I fielded a question on my Facebook page the other day in regards to pregnancy and type 1 diabetes. First off, If you are reading this article, I want to personally congratulate you as well as your significant other! As a stay at home dad of 4, being a parent is an amazing experience, something I wouldn’t trade for the world! Its a exceptional time, even if you are up several times a night, listening to priceless cries, changing a dirty diaper or just watching your little one sleep peacefully out of pure enjoyment.
With all the medical advancements today, being a parent should be something that everyone gets to experience and just because your diabetic, that shouldn’t deter you from starting your own family. I’m sure you have plenty of pregnancy questions, so lets take a closer look at what you might experience as a type 1 and becoming pregnant!
Blood Sugar Levels:
We all know that having tight control of our blood sugars is vital in order to reduce risks of complications, but this is even more essential during the second and third trimesters to prevent fetal macrosomia (excessive growth of the baby) as well as a premature or complicated delivery. Throughout pregnancy, expectant moms with type 1 can see major changes in their insulin requirements, typically decreased needs in the first trimester followed by steadily increasing needs in the second and third trimesters. Through frequent reviews of self-monitoring data, our team will work with you to make the necessary adjustments and keep you on track. Our lifestyle specialists will also coach you on nutrition, physical activity and weight issues, and prepare you for “the big day
Pregnancy And Exercise:
Exercise is important to your overall health and that doesn’t change once you are pregnant. Include physical activity in your daily routine, but before you do, get your doctor or health care provider’s OK to exercise, then choose activities you enjoy. Aim for at least 150 minutes a week of moderate aerobic activity. If you haven’t been active for a while, start slowly. Check your blood sugar level before and after any activity, especially if you take insulin. You might need to eat a snack or adjust your insulin pump’s basal rate before exercising to help prevent low blood sugar.

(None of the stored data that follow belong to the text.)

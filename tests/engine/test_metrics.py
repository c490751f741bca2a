"""DLI arithmetic and uniformity figures against their published definitions."""

import numpy as np
import pytest
from numpy.testing import assert_allclose

from app.engine import metrics as mx


@pytest.mark.parametrize(
    "ppfd, hours, dli",
    [
        # DLI = PPFD × h × 3600 / 10⁶ (Faust J.E. & Logan J. (2018), HortScience 53(9):1250-1257).
        (200, 16, 11.52),
        (250, 18, 16.2),  # the Cornell CEA lettuce target of about 17 needs a little more than 250 at 18 h
        (1000, 12, 43.2),
        (295.1, 16, 17.0),  # 17 mol m⁻² d⁻¹ (Brechner & Both, Cornell CEA lettuce handbook) over 16 h
    ],
)
def test_dli_worked_examples(ppfd, hours, dli):
    assert_allclose(mx.dli_mol_m2_d(ppfd, hours), dli, rtol=1e-3)
    assert_allclose(mx.ppfd_for_dli(dli, hours), ppfd, rtol=1e-3)
    assert_allclose(mx.photoperiod_for_dli_h(dli, ppfd), hours, rtol=1e-3)


def test_uniformity_definitions():
    # U₀ = E_min/E_avg (EN 12464-1); min/max and CV (Ashdown & Descoteaux 2022).
    v = np.array([[100.0, 200.0], [300.0, 400.0]])
    s = mx.area_weighted_stats(v, np.ones_like(v))
    assert_allclose([s["avg"], s["min"], s["max"]], [250, 100, 400])
    assert_allclose(s["min_over_avg"], 0.4)
    assert_allclose(s["min_over_max"], 0.25)
    assert_allclose(s["cv"], np.std(v) / 250)


def test_area_weighting():
    v = np.array([[100.0, 300.0]])
    s = mx.area_weighted_stats(v, np.array([[3.0, 1.0]]))
    assert_allclose(s["avg"], 150.0)


def test_outline_of_a_single_cell_is_a_square():
    m = np.zeros((3, 3), bool)
    m[1, 1] = True
    segs = mx.mask_outline(m, [0, 1, 2], [0, 1, 2])
    assert sorted(segs) == sorted(
        [[0.5, 0.5, 1.5, 0.5], [0.5, 1.5, 1.5, 1.5], [0.5, 0.5, 0.5, 1.5], [1.5, 0.5, 1.5, 1.5]]
    )
    area, share = mx.share_of_area(m, np.ones((3, 3)))
    assert (area, share) == (1.0, 1 / 9)


def test_outline_merges_runs():
    m = np.ones((2, 4), bool)
    assert len(mx.mask_outline(m, [0, 1, 2, 3], [0, 1])) == 4


def test_value_at_area_share_weights_by_area():
    v = np.array([[10.0, 20.0, 30.0, 40.0]])
    assert mx.value_at_area_share(v, np.ones_like(v), 0.10) == 10.0
    assert mx.value_at_area_share(v, np.ones_like(v), 0.50) == 20.0  # half the area lies at or below 20
    # A small cell barely counts: 10 % of the area lies within the large cell of value 20.
    assert mx.value_at_area_share(v, np.array([[0.01, 1.0, 1.0, 1.0]]), 0.10) == 20.0
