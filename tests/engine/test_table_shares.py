"""A tabulated beam sends down only its own share of the flux (zonal method, inverse-square law).

References: inverse-square law and Lambert's cosine law, E = I(θ) cos θ_r / d² for a point source
(any photometry text, e.g. Rea M.S. (ed.), IESNA Lighting Handbook, 9th ed., 2000, ch. 9 "point
source"); the flux of an isotropic source is Φ = 4π I; of a Lambertian (cos θ) one over a hemisphere
Φ = π I₀ (Lambert 1760; from memory as the textbook result).
"""

import numpy as np
import pytest
from numpy.testing import assert_allclose

from app.engine import distributions as d
from app.engine.compute import compute_scene
from app.engine.direct import irradiance_from_nodes
from app.engine.scene import Emitter, Enclosure, Grid

PPF = 1000.0  # µmol/s


def isotropic_table():
    polar = np.arange(0, 181, 5.0)
    return d.tabulated(polar, [0.0], np.ones((1, polar.size)))


def lower_cosine_table():
    polar = np.arange(0, 181, 1.0)
    rel = np.where(polar <= 90, np.cos(np.radians(np.minimum(polar, 90))), 0.0)
    return d.tabulated(polar, [0.0], rel[None, :])


def test_isotropic_table_sends_half_down():
    dist = isotropic_table()
    # Isotropic: I = Φ/(4π) in every direction, half the flux in each hemisphere.
    assert_allclose(d.intensity_per_flux(dist, np.array([1.0, 0.3, -0.5, -1.0])), 1 / (4 * np.pi), rtol=1e-6)
    assert_allclose(d.downward_share(dist), 0.5, rtol=1e-6)


def test_isotropic_table_inverse_square_on_a_plane():
    """E = I cos θ_r / d² = (Φ/4π) h / d³ under an isotropic point source at height h (inverse-square law)."""
    dist = isotropic_table()
    h = 1.2
    xs = np.linspace(-3, 3, 13)
    pts = np.column_stack([xs, 0.5 * xs, np.zeros_like(xs)])
    got = irradiance_from_nodes(pts, np.array([[0.0, 0.0, h]]), np.array([PPF]), dist)
    d2 = xs**2 + (0.5 * xs) ** 2 + h**2
    assert_allclose(got, PPF / (4 * np.pi) * h / d2**1.5, rtol=1e-6)
    # Directly under it: I/h², not twice that (the old normalisation over the lower hemisphere alone).
    assert_allclose(got[6], PPF / (4 * np.pi) / h**2, rtol=1e-6)


def test_isotropic_table_map_through_compute_scene():
    e = Emitter("F", 2.0, 2.0, 1.0, PPF, isotropic_table())
    g = Grid("g", 1.0, 1.0, 2.0, 2.0, 0.0, 0.25)
    got = compute_scene((e,), (g,), Enclosure(4, 4, 3))[0].ppfd
    gx, gy = np.meshgrid(g.x_m, g.y_m)
    d2 = (gx - 2) ** 2 + (gy - 2) ** 2 + 1.0
    assert_allclose(got, PPF / (4 * np.pi) / d2**1.5, rtol=2e-3)


def test_lower_cosine_table_is_lambertian():
    """A cos θ table over the lower hemisphere only: I = (Φ/π) cos θ (Lambert), so under it at height h,
    E = I cos θ / d² = Φ cos θ · cos θ / (π d²) = Φ cos⁴θ / (π h²) with d = h / cos θ: the cos⁴ law of a
    Lambertian source on a level plane (the cos³ law belongs to an isotropic source, tested above)."""
    dist = lower_cosine_table()
    assert_allclose(d.downward_share(dist), 1.0, rtol=1e-9)
    h = 0.8
    xs = np.linspace(0, 2.4, 7)
    pts = np.column_stack([xs, np.zeros_like(xs), np.zeros_like(xs)])
    got = irradiance_from_nodes(pts, np.array([[0.0, 0.0, h]]), np.array([PPF]), dist)
    cos_t = h / np.sqrt(xs**2 + h**2)
    # 1° linear interpolation of cos θ: well inside 0.1 % except near the horizon.
    assert_allclose(got, PPF * cos_t**4 / (np.pi * h**2), rtol=2e-3)


@pytest.mark.parametrize("share", [0.25, 0.6])
def test_downward_share_of_a_two_level_table(share):
    """I = a below, b above the horizon (constant in each): downward flux 2π a, upward 2π b (zonal method)."""
    polar = np.array([0.0, 89.999, 90.001, 180.0])
    a, b = share, 1 - share
    dist = d.tabulated(polar, [0.0], [[a, a, b, b]])
    assert_allclose(d.downward_share(dist), share, rtol=1e-4)
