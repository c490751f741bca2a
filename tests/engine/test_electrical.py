"""Energy, heat and circuit arithmetic against SI definitions and the electrical code's 80 % rule."""

from numpy.testing import assert_allclose
from scipy import constants

from app.engine import electrical as el


def test_btu_factor_from_scipy_constants():
    # 1 W = 3.41214 BTU/h with Btu_IT = 1055.056 J (NIST SP 811); scipy.constants.Btu is the IT Btu.
    assert_allclose(el.BTU_H_PER_W, constants.hour / constants.Btu, rtol=1e-9)
    assert_allclose(el.heat_btu_h(1000), 3412.14, rtol=1e-5)


def test_continuous_load_rule():
    # NEC 210.19(A)(1)/210.20(A) (from memory of the text): continuous load at most 80 % of the rating.
    assert_allclose(el.continuous_limit_a(15), 12.0)
    assert_allclose(el.continuous_limit_a(20), 16.0)
    assert el.current_a(1440, 120) <= el.continuous_limit_a(15)  # 12 A exactly: at the limit
    assert el.current_a(1500, 120) > el.continuous_limit_a(15)


def test_energy_and_efficacy():
    assert_allclose(el.energy_kwh(640, 18), 11.52)
    assert_allclose(el.photon_efficacy_umol_j(1700, 640), 2.65625)
    assert_allclose(el.current_a(2300, 230), 10.0)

Type 1, Pregnancy And Food Choices:
Good food choices is vital for women who are pregnant with diabetes include those with fiber and whole grains, which not only pack more nutrients but may help control blood sugar levels and cravings for longer.
Some quality foods include leafy greens, low-fat fortified breads like ezekiel, beans, and fresh fruits like citrus (be careful here though). Even when carb choices are healthy, carb binging can cause rapid rises and falls in blood sugar levels, which can spell trouble for a developing baby. Medline Plus suggests pregnant women with diabetes eat a steady level of carbohydrates throughout the day rather than eating a large amount of carbs at one sitting and few at the next. In addition, they recommend limiting concentrated sweets, such as pastries and sugary drinks (a good idea anyway, even if your not pregnant).

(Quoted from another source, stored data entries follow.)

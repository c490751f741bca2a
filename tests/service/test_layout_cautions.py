"""Layout cautions from the server (one rule for the editor and the sheet): touching fixtures, walls, shelves.

The 5 mm touch and 5 cm same-level thresholds are Leafcast's own (common practice, no source); the cases below
are laid out by hand so each answer is known.
"""

from __future__ import annotations

import json

from app.room.roomfile import parse_room_file
from app.service.analysis import analyse
from app.service.layout_cautions import layout_cautions
from app.web.views import sheet
from tests.conftest import sample_doc


def _codes(doc):
    return [(w["code"], w["fixture_id"]) for w in layout_cautions(parse_room_file(json.dumps(doc)).room)]


def test_touching_fixtures_walls_and_shelves_are_found_by_hand_made_cases():
    doc = sample_doc("hobby-tent-peppers")
    f1, f2 = doc["room"]["fixtures"][:2]
    t = next(t for t in doc["room"]["fixture_types"] if t["id"] == f1["type_id"])
    length, width = t["geometry"]["length_m"], t["geometry"]["width_m"]
    f1.update(x_m=0.6, y_m=width / 2 + 0.03, rotation_deg=0)
    h = f1["hanging_height_m"]
    f2.update(x_m=0.6, y_m=f1["y_m"] + width - 0.01, rotation_deg=0, hanging_height_m=h)
    assert ("fixtures_touch", f2["id"]) in _codes(doc)  # 1 cm overlap side by side
    f2["hanging_height_m"] = h + 0.2  # one above the other: no collision
    assert ("fixtures_touch", f2["id"]) not in _codes(doc)
    f2.update(hanging_height_m=h, y_m=f1["y_m"] + width + 0.05)  # 5 cm apart
    assert ("fixtures_touch", f2["id"]) not in _codes(doc)
    f1["x_m"] = length / 2  # its end against the left wall
    assert ("fixture_touches_wall", f1["id"]) in _codes(doc)
    doc["room"]["open_sides"] = ["left"]  # an open side is no wall
    assert ("fixture_touches_wall", f1["id"]) not in _codes(doc)
    doc["room"]["obstacles"] = [
        {
            "id": "shelf",
            "name": "Shelf",
            "x_m": 0.0,
            "y_m": 0.0,
            "z_m": f1["hanging_height_m"],
            "width_m": 0.5,
            "length_m": 1.2,
            "height_m": 0.03,
        }
    ]
    assert ("fixture_touches_obstacle", f1["id"]) in _codes(doc)


def test_the_cautions_reach_the_analysis_and_the_printed_sheet():
    doc = sample_doc("research-chamber-metric")  # its 1.2 m panels run end to end and meet the walls
    rf = parse_room_file(json.dumps(doc))
    result = analyse(rf)
    assert {"fixtures_touch", "fixture_touches_wall"} <= {w["code"] for w in result["warnings"]}
    page = sheet("research-chamber-metric", rf, result, "letter")
    text = json.dumps(page, default=str)
    assert "touch at the same height" in text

Type 1 Challenges & Pregnancy:
A study done in Australia confirmed that women with type 1 diabetes who work with a diabetes specialist before conceiving have much more successful pregnancies.
“The most important thing for type 1 diabetics is that if they consider pregnancy, they should make sure blood glucose control is under optimal conditions,” advised obstetrician and gynecologist Raul Artal, MD, a professor and chairman of the obstetrics and gynecology department at St. Louis University in Missouri.
It is important to work with both an ob/gyn, one who is experienced in caring for women with type 1 diabetes, and an endocrinologist to make sure that you’re achieving your blood sugar goals.
Insulin generally doesn’t pose a risk to your baby, but high blood sugar does. “The number one concern is congenital malformations,” Artal explained. Neural tube defects (such as spina bifida) and congenital malformations of the heart are both possible when blood sugar is high. Low blood sugar (hypoglycemia) poses a different kind of threat by limiting the mother’s amount of glucose stores, which transfers to the developing infant and puts the child at risk for various long-term conditions, such as cognitive deficits, developmental abnormalities, and hypertension.
Your health care team will help you determine the best time and safest way to deliver your baby. Sometimes labor is allowed to begin naturally. In other cases, labor may need to be induced early to reduce the risk of complications.
During labor, your health care team will closely monitor your blood sugar level and adjust your insulin dosage accordingly. If your baby is too large, an induction isn’t successful or you develop complications, you might need a C-section.
After delivery, your attention will turn to your baby — but it’s still important to take care of yourself and continue with your diabetes action plan. Continue to check your blood sugar levels often, especially if you’re breast-feeding. Keeping yourself healthy is the best thing you can do for your baby.